I remember several times leaving after my shift at Giant Eagle, and catching the train downtown to watch Garnett and the Wolves against the Cavaliers. The Cavs were a perennial first-round exit during those years, but do you really pass up the chance to see Kevin Garnett when tickets are just $10.00?!

His tenure with Brooklyn was as much a novelty as Jay-Z designing the simplistic and boring look of the franchise. Garnett played only 96 games in Brooklyn over his two years, yet the Nets made the playoffs both years.

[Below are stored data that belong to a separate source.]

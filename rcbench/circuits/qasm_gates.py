"""Gates of an OpenQASM program: standard ones, defined ones and modified ones, all with the same face.

A gate turns parameters into matrices, many at once. How a call becomes rows of a circuit is worked out once for each
gate (`Plan`): a kind whose angles are the call's own parameters, a kind to be recognised from the matrix of each call,
or, from three qubits on, the calls of its body.
"""

from __future__ import annotations

from collections.abc import Callable, Sequence
from dataclasses import dataclass
from functools import cached_property
from typing import Protocol

import numpy as np

from rcbench.arrays import ComplexArray, FloatArray
from rcbench.circuits import qasm_matrices
from rcbench.circuits.gates import CODE, KINDS
from rcbench.circuits.qasm_expressions import Expression, ExpressionError

MAX_NESTING = 100
MAX_COST = 100_000
Angles = Callable[[Sequence[float]], Sequence[float]]


class Gate(Protocol):
    """What a call may name.

    cost: elementary gates behind one call; nesting: definitions inside one another.
    """

    name: str
    n_qubits: int
    n_parameters: int
    cost: int
    nesting: int

    def matrices(self, parameters: FloatArray) -> ComplexArray:
        """(m, n_parameters) to (m, d, d) unitaries with their global phase; one or two qubits only."""
        ...

    @property
    def plan(self) -> Plan:
        """How a call becomes rows."""
        ...


@dataclass(frozen=True, slots=True)
class Plan:
    """How a call becomes rows.

    code: index into `gates.KINDS`; -1: recognise the matrix of each call; -2: the calls of `body`; -3: no row.
    angles: the row's parameters from those of the call; None where they are the same.
    names: the parameters of the body.
    """

    code: int
    angles: Angles | None = None
    body: tuple[Call, ...] = ()
    names: tuple[str, ...] = ()


RECOGNISE, EXPAND, NOTHING = -1, -2, -3


@dataclass(frozen=True, slots=True)
class Call:
    """One gate in the body of another. places: qubits of the body; offset: place in the text of the body."""

    gate: Gate
    parameters: tuple[Expression, ...]
    places: tuple[int, ...]
    offset: int


class StandardGate:
    """A gate that is one of our kinds: its angles from the call's parameters, and its global phase beside it."""

    cost, nesting = 1, 0

    def __init__(
        self,
        name: str,
        n_parameters: int,
        kind: str,
        angles: Angles | None = None,
        phase: Callable[[Sequence[float]], float] | None = None,
    ) -> None:
        self.name, self.n_parameters, self.kind = name, n_parameters, kind
        self.n_qubits = KINDS[CODE[kind]].n_qubits
        self.plan = Plan(CODE[kind], angles)
        self._phase = phase

    def matrices(self, parameters: FloatArray) -> ComplexArray:
        """See `Gate`."""
        columns = list(parameters.T)
        angles = self.plan.angles(columns) if self.plan.angles else columns
        out = qasm_matrices.kind_matrices(self.kind, _table(angles, len(parameters)))
        return (
            out * np.exp(1j * np.broadcast_to(self._phase(columns), len(parameters)))[:, None, None]
            if self._phase
            else out
        )


class GlobalPhase:
    """gphase of OpenQASM 3: a gate on no qubit, which matters under a control only."""

    name, n_qubits, n_parameters, cost, nesting = "gphase", 0, 1, 1, 0
    plan = Plan(NOTHING)

    def matrices(self, parameters: FloatArray) -> ComplexArray:
        """See `Gate`."""
        out: ComplexArray = np.exp(1j * parameters).reshape(-1, 1, 1)
        return out


class DefinedGate:
    """A gate given by the calls of its body."""

    def __init__(self, name: str, parameters: tuple[str, ...], n_qubits: int, body: tuple[Call, ...]) -> None:
        self.name, self.n_qubits, self.body = name, n_qubits, body
        self.parameters, self.n_parameters = parameters, len(parameters)
        self.cost = 1 + sum(call.gate.cost for call in body)
        self.nesting = 1 + max((call.gate.nesting for call in body), default=0)

    def matrices(self, parameters: FloatArray) -> ComplexArray:
        """See `Gate`; raises ExpressionError where a parameter of the body has no finite value."""
        known = dict(zip(self.parameters, parameters.T, strict=True))
        state: ComplexArray = np.eye(2**self.n_qubits, dtype=np.complex128)[None]
        for call in self.body:
            values = [expression.values(known) for expression in call.parameters]
            # a call that depends on no parameter is worked out once for all
            m = max((len(value) for value in values), default=1)
            state = qasm_matrices.apply_on(call.gate.matrices(_table(values, m)), call.places, state)
        return np.broadcast_to(state, (len(parameters), *state.shape[1:]))

    @cached_property
    def plan(self) -> Plan:
        """See `Gate`."""
        return Plan(EXPAND, body=self.body, names=self.parameters) if self.n_qubits > 2 else find_plan(self)


class ModifiedGate:
    """A gate under ctrl, negctrl, inv or pow; exponents of pow come after the parameters of the gate itself."""

    def __init__(self, base: Gate, modifiers: tuple[str, ...]) -> None:
        self.base, self.modifiers = base, modifiers
        self.name = " @ ".join((*modifiers, base.name))
        self.n_qubits = base.n_qubits + sum(one in ("ctrl", "negctrl") for one in modifiers)
        self.n_parameters = base.n_parameters + modifiers.count("pow")
        self.cost = base.cost + 10 * len(modifiers)
        self.nesting = base.nesting + 1

    def matrices(self, parameters: FloatArray) -> ComplexArray:
        """See `Gate`."""
        out = self.base.matrices(parameters[:, : self.base.n_parameters])
        exponents = list(parameters[:, self.base.n_parameters :].T)
        for modifier in reversed(self.modifiers):  # the one next to the gate acts first
            if modifier == "inv":
                out = out.conj().swapaxes(1, 2)
            elif modifier == "pow":
                out = qasm_matrices.power(out, exponents.pop())
            else:
                out = qasm_matrices.controlled(out, modifier == "ctrl")
        return out

    @cached_property
    def plan(self) -> Plan:
        """See `Gate`."""
        return Plan(NOTHING) if self.n_qubits == 0 else find_plan(self)


def _table(columns: Sequence[FloatArray | float], m: int) -> FloatArray:
    """(m, k) from k columns of m or one."""
    return np.array([np.broadcast_to(column, m) for column in columns], dtype=np.float64).reshape(len(columns), m).T


# angles of a kind that a call's own parameters may be, by number of parameters; most telling first
_GUESSES: dict[tuple[int, int], tuple[tuple[str, Angles], ...]] = {
    (1, 1): (
        ("rz", lambda p: (p[0],)),
        ("rz", lambda p: (-p[0],)),
        ("r", lambda p: (p[0], 0.0)),
        ("r", lambda p: (p[0], np.pi / 2)),
        ("r", lambda p: (np.pi, p[0])),
        ("r", lambda p: (np.pi / 2, p[0])),
    ),
    (1, 2): (
        ("r", lambda p: (p[0], p[1])),
        ("r", lambda p: (p[1], p[0])),
        ("u", lambda p: (np.pi / 2, p[0], p[1])),
    ),
    (1, 3): (("u", lambda p: (p[0], p[1], p[2])),),
    (2, 1): (
        ("zz", lambda p: (p[0],)),
        ("fsim", lambda p: (p[0], 0.0)),
        ("fsim", lambda p: (0.0, p[0])),
        ("fsim", lambda p: (0.0, -p[0])),
    ),
    (2, 2): (("fsim", lambda p: (p[0], p[1])), ("fsim", lambda p: (p[1], p[0]))),
}
# generic angles, some outside one turn: what fits at all of these fits everywhere
_PROBES = np.array([[0.7391, -2.1173, 1.3907], [4.4126, 0.5832, -0.9178], [-1.2057, 8.0319, 2.7744]])


def find_plan(gate: Gate) -> Plan:
    """The plan of a gate on one or two qubits, from its matrices."""
    try:
        if not gate.n_parameters:
            return _fixed_plan(gate.matrices(np.zeros((1, 0))))
        probes = _PROBES[:, : gate.n_parameters]
        guesses = _GUESSES.get((gate.n_qubits, gate.n_parameters), ())
        matrices = gate.matrices(probes) if guesses else None
    except ExpressionError:  # no value at an angle tried here; the calls may hold better ones
        return Plan(RECOGNISE)
    for kind, angles in guesses:
        table = np.array([angles(row) for row in probes.tolist()])
        if (
            matrices is not None
            and qasm_matrices.same_up_to_phase(matrices, qasm_matrices.kind_matrices(kind, table)).all()
        ):
            same = KINDS[CODE[kind]].n_parameters == gate.n_parameters and np.array_equal(table, probes)
            return Plan(CODE[kind], None if same else angles)
    return Plan(RECOGNISE)


def _fixed_plan(matrices: ComplexArray) -> Plan:
    name = qasm_matrices.fixed_kind(matrices[0])
    if name:
        return Plan(CODE[name])
    codes, parameters = qasm_matrices.recognise(matrices)
    values = qasm_matrices.row_parameters(int(codes[0]), parameters[0])
    return Plan(int(codes[0]), lambda _: values)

After starting his career playing 927 games with them, the Timberwolves traded Thaddeus Young to the Nets a week prior the trading deadline (February 11, 2015) to bring Kevin Garnett back home. Garnett would be joining one of the league’s most promising young teams. The Wolves had recent top-five selections Ricky Rubio, Karl Anthony Towns, and Andrew Wiggins taking up three-fifths of their starting five. The reunion would not be as memorable as LeBron’s return to Cleveland, as injuries and age caught up with the then 39-year-old. Garnett played five games after the trade, and just 39 last season. His points-per-game average (3.2) was less than his rebounds-per-game average (3.9). We hate to see our heroes fall, especially when Garnett passed Karl Malone for the NBA record for defensive rebounds on December 11, 2015, when he grabbed number 11,407.

Fans talk about how the 2016 Hall of Fame class will go down as one of the greatest ever between Shaquille O’Neal, Allen Iverson, and Yao Ming as former players. I might suggest adding your name to the waiting list for tickets when Garnett will likely join Kobe and Tim Duncan at the 2021 ceremony.